A gama de fatores considerados como responsáveis por moldar um comportamento é ampla e há mecanismos de pesquisa que permitem identificá-los ou até mesmo moldá-los para melhorar ou transformar atitudes negativas de uma comunidade. Para compreender como determinados grupos de pessoas agem, é preciso verificar gradualmente as seguintes etapas:
- Observar o comportamento atual da comunidade e sua periodicidade, que permite dimensionar se as pessoas daquele local sabem que aquele padrão existe e em quais condições essa prática acontece;
- Avaliar o que as pessoas pensam que outras pessoas em sua rede de referência fazem ou como agem, que apresentam quais são as expectativas empíricas do grupo pesquisado;
- Avaliar o que os indivíduos acreditam que as pessoas da rede de referência acreditam que eles deveriam fazer, onde revela aspectos de expectativas normativas;
- Avaliar em que condições os indivíduos seguem determinado comportamento ou não, que pode trazer indícios de quais componentes poderiam ser modificados. Para auxiliar na tarefa, há sugestões de criar cenários hipotéticos da mudança desejada, para compreender se será bem aceita ou não pela população pesquisada.
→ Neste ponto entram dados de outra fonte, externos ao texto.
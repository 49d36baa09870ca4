import { createHash } from 'node:crypto';
import { arrayToMmHg } from '@upstroke/capno';
import type { Debrief, Waveform } from '@upstroke/contracts';
import { clinicalEntries } from './entries';
import type * as R4 from './r4';
import { cprProcedure, encounterOf, etco2Observations, waveformObservation } from './resources';

export type FhirBundle = R4.Bundle;

/** SNOMED CT 410429000 "Cardiac arrest (disorder)" (REFERENCE.md: SNOMED CT, checked). */
export const SNOMED_CARDIAC_ARREST = '410429000';
export const SNOMED = 'http://snomed.info/sct';

/**
 * A name-based UUID (RFC 4122 version 5 layout over SHA-1): the same record always gives
 * the same fullUrls, so a re-export replaces rather than duplicates in the receiving system.
 */
export function stableUuid(name: string): string {
  const h = createHash('sha1').update(`upstroke:${name}`).digest();
  h[6] = (h[6] & 0x0f) | 0x50;
  h[8] = (h[8] & 0x3f) | 0x80;
  const x = h.subarray(0, 16).toString('hex');
  return `${x.slice(0, 8)}-${x.slice(8, 12)}-${x.slice(12, 16)}-${x.slice(16, 20)}-${x.slice(20)}`;
}

export interface FhirOptions {
  publicUrl: string;
  /** The capnogram's runs, in time order. */
  waveform?: readonly Waveform[];
}

/**
 * The signed record as a FHIR R4 `collection` Bundle: Patient (by reference number),
 * Encounter, Condition (cardiac arrest), Procedure for CPR and per shock,
 * MedicationAdministration per drug (struck ones `entered-in-error`, each replacement with a
 * Provenance), Observations for EtCO2 (values and the capnogram).
 */
export function toFhirBundle(d: Debrief, opts: FhirOptions): FhirBundle {
  const id = d.record.id;
  const url = (key: string) => `urn:uuid:${stableUuid(`${id}/${key}`)}`;
  const ctx = {
    d,
    url,
    subject: { reference: url('patient') },
    encounter: { reference: url('encounter') },
  };
  const entries: { key: string; resource: R4.Resource }[] = [];
  const add = (key: string, resource: R4.Resource) => entries.push({ key, resource });
  const patient: R4.Patient = { resourceType: 'Patient' };
  if (d.record.patientRef)
    patient.identifier = [{ system: 'urn:upstroke:patient-ref', value: d.record.patientRef }];
  add('patient', patient);
  add('encounter', encounterOf(ctx));
  add('condition', {
    resourceType: 'Condition',
    clinicalStatus: {
      coding: [
        {
          system: 'http://terminology.hl7.org/CodeSystem/condition-clinical',
          code: d.measures.roscPeriods?.length ? 'resolved' : 'active',
        },
      ],
    },
    verificationStatus: {
      coding: [
        { system: 'http://terminology.hl7.org/CodeSystem/condition-ver-status', code: 'confirmed' },
      ],
    },
    code: {
      coding: [
        { system: SNOMED, code: SNOMED_CARDIAC_ARREST, display: 'Cardiac arrest (disorder)' },
      ],
      text: 'Cardiac arrest',
    },
    subject: ctx.subject,
    encounter: ctx.encounter,
    onsetDateTime: d.record.arrestAt,
  });
  const cpr = cprProcedure(ctx);
  if (cpr) add('cpr', cpr);
  for (const [key, resource] of clinicalEntries(ctx)) add(key, resource);
  for (const [key, obs] of etco2Observations(ctx)) add(key, obs);
  // One Observation per run of the capnogram: a data gap between runs is not sent as values.
  (opts.waveform ?? []).forEach((w, i) =>
    add(
      i === 0 ? 'waveform' : `waveform/${i}`,
      waveformObservation(ctx, w, arrayToMmHg(w.values, w.unit, w.barometricMmHg)),
    ),
  );
  return {
    resourceType: 'Bundle',
    id: stableUuid(`${id}/bundle`),
    identifier: { system: `${opts.publicUrl}/api/resuscitations`, value: id },
    type: 'collection',
    timestamp: d.record.signedAt ?? new Date().toISOString(),
    entry: entries.map((e) => ({ fullUrl: url(e.key), resource: e.resource })),
  };
}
Esse método de avaliação pode acontecer também durante e após a mudança, o que ajuda na identificação de situações que estão persistindo ou não, em que condições elas prosperam e se a transição de comportamento está favorecendo a vida em comunidade de maneira positiva ou negativa. Independente do tipo de ação, campanha ou implementação de políticas, é necessário considerar que aquele grupo de pessoas possui uma estrutura de ideias, valores, crenças e estereótipos que as auxiliam a organizarem e entenderem o mundo em que vivem, compartilhando essas estruturas entre os membros. Podem existir pessoas dispostas a mudar a maneira com que compreendem esse cenário em que vivem, mas podem não se sentir seguras em fazer por falta de incentivo da rede de referência, ou parte dela, em avançar com as transições de comportamento.
A nossa sociedade está em constantes mudanças: econômica, tecnológica, social, política, e tantas outras. Todas elas afetam de maneira única o comportamento de cada pessoa e como ela irá se relacionar com o ambiente à sua volta. Para que possamos caminhar rumo à cidades feita para pessoas, precisamos contemplar os cidadãos como ponto focal na transformação dos espaços, entendendo suas dinâmicas, necessidades e vontades e, ao realizar essa leitura atenta das pessoas nos espaços, podemos incentivar paisagens mais saudáveis e igualitárias.
Referências:
- World Urbanization Prospects (2017). United Nations.
- Ajzen, I., Albarracín, D., & Hornik, R. (Eds.). (2007). Prediction and change of health behavior: Applying the reasoned action approach. Psychology Press. Mawah, NJ: Lawrence Erlbaum Associates, Inc.
- Berkowitz, A. D. (2005). An overview of the social norms approach. In Lederman, L., Stewart L.,Goodhart, F., & Laitman, L. (Eds), Changing the culture of college drinking: A socially situated health communication campaign, 193-214. Hampton Press.
- Bicchieri, C. (2016). Norms in the Wild: How to Diagnose, Measure and Change Social Norms. Oxford University Press
- Bicchieri, C., Lindemans, J. W., & Jiang, T. (2014). A structured approach to a diagnostic of collective practices. Frontiers in Psychology, 5.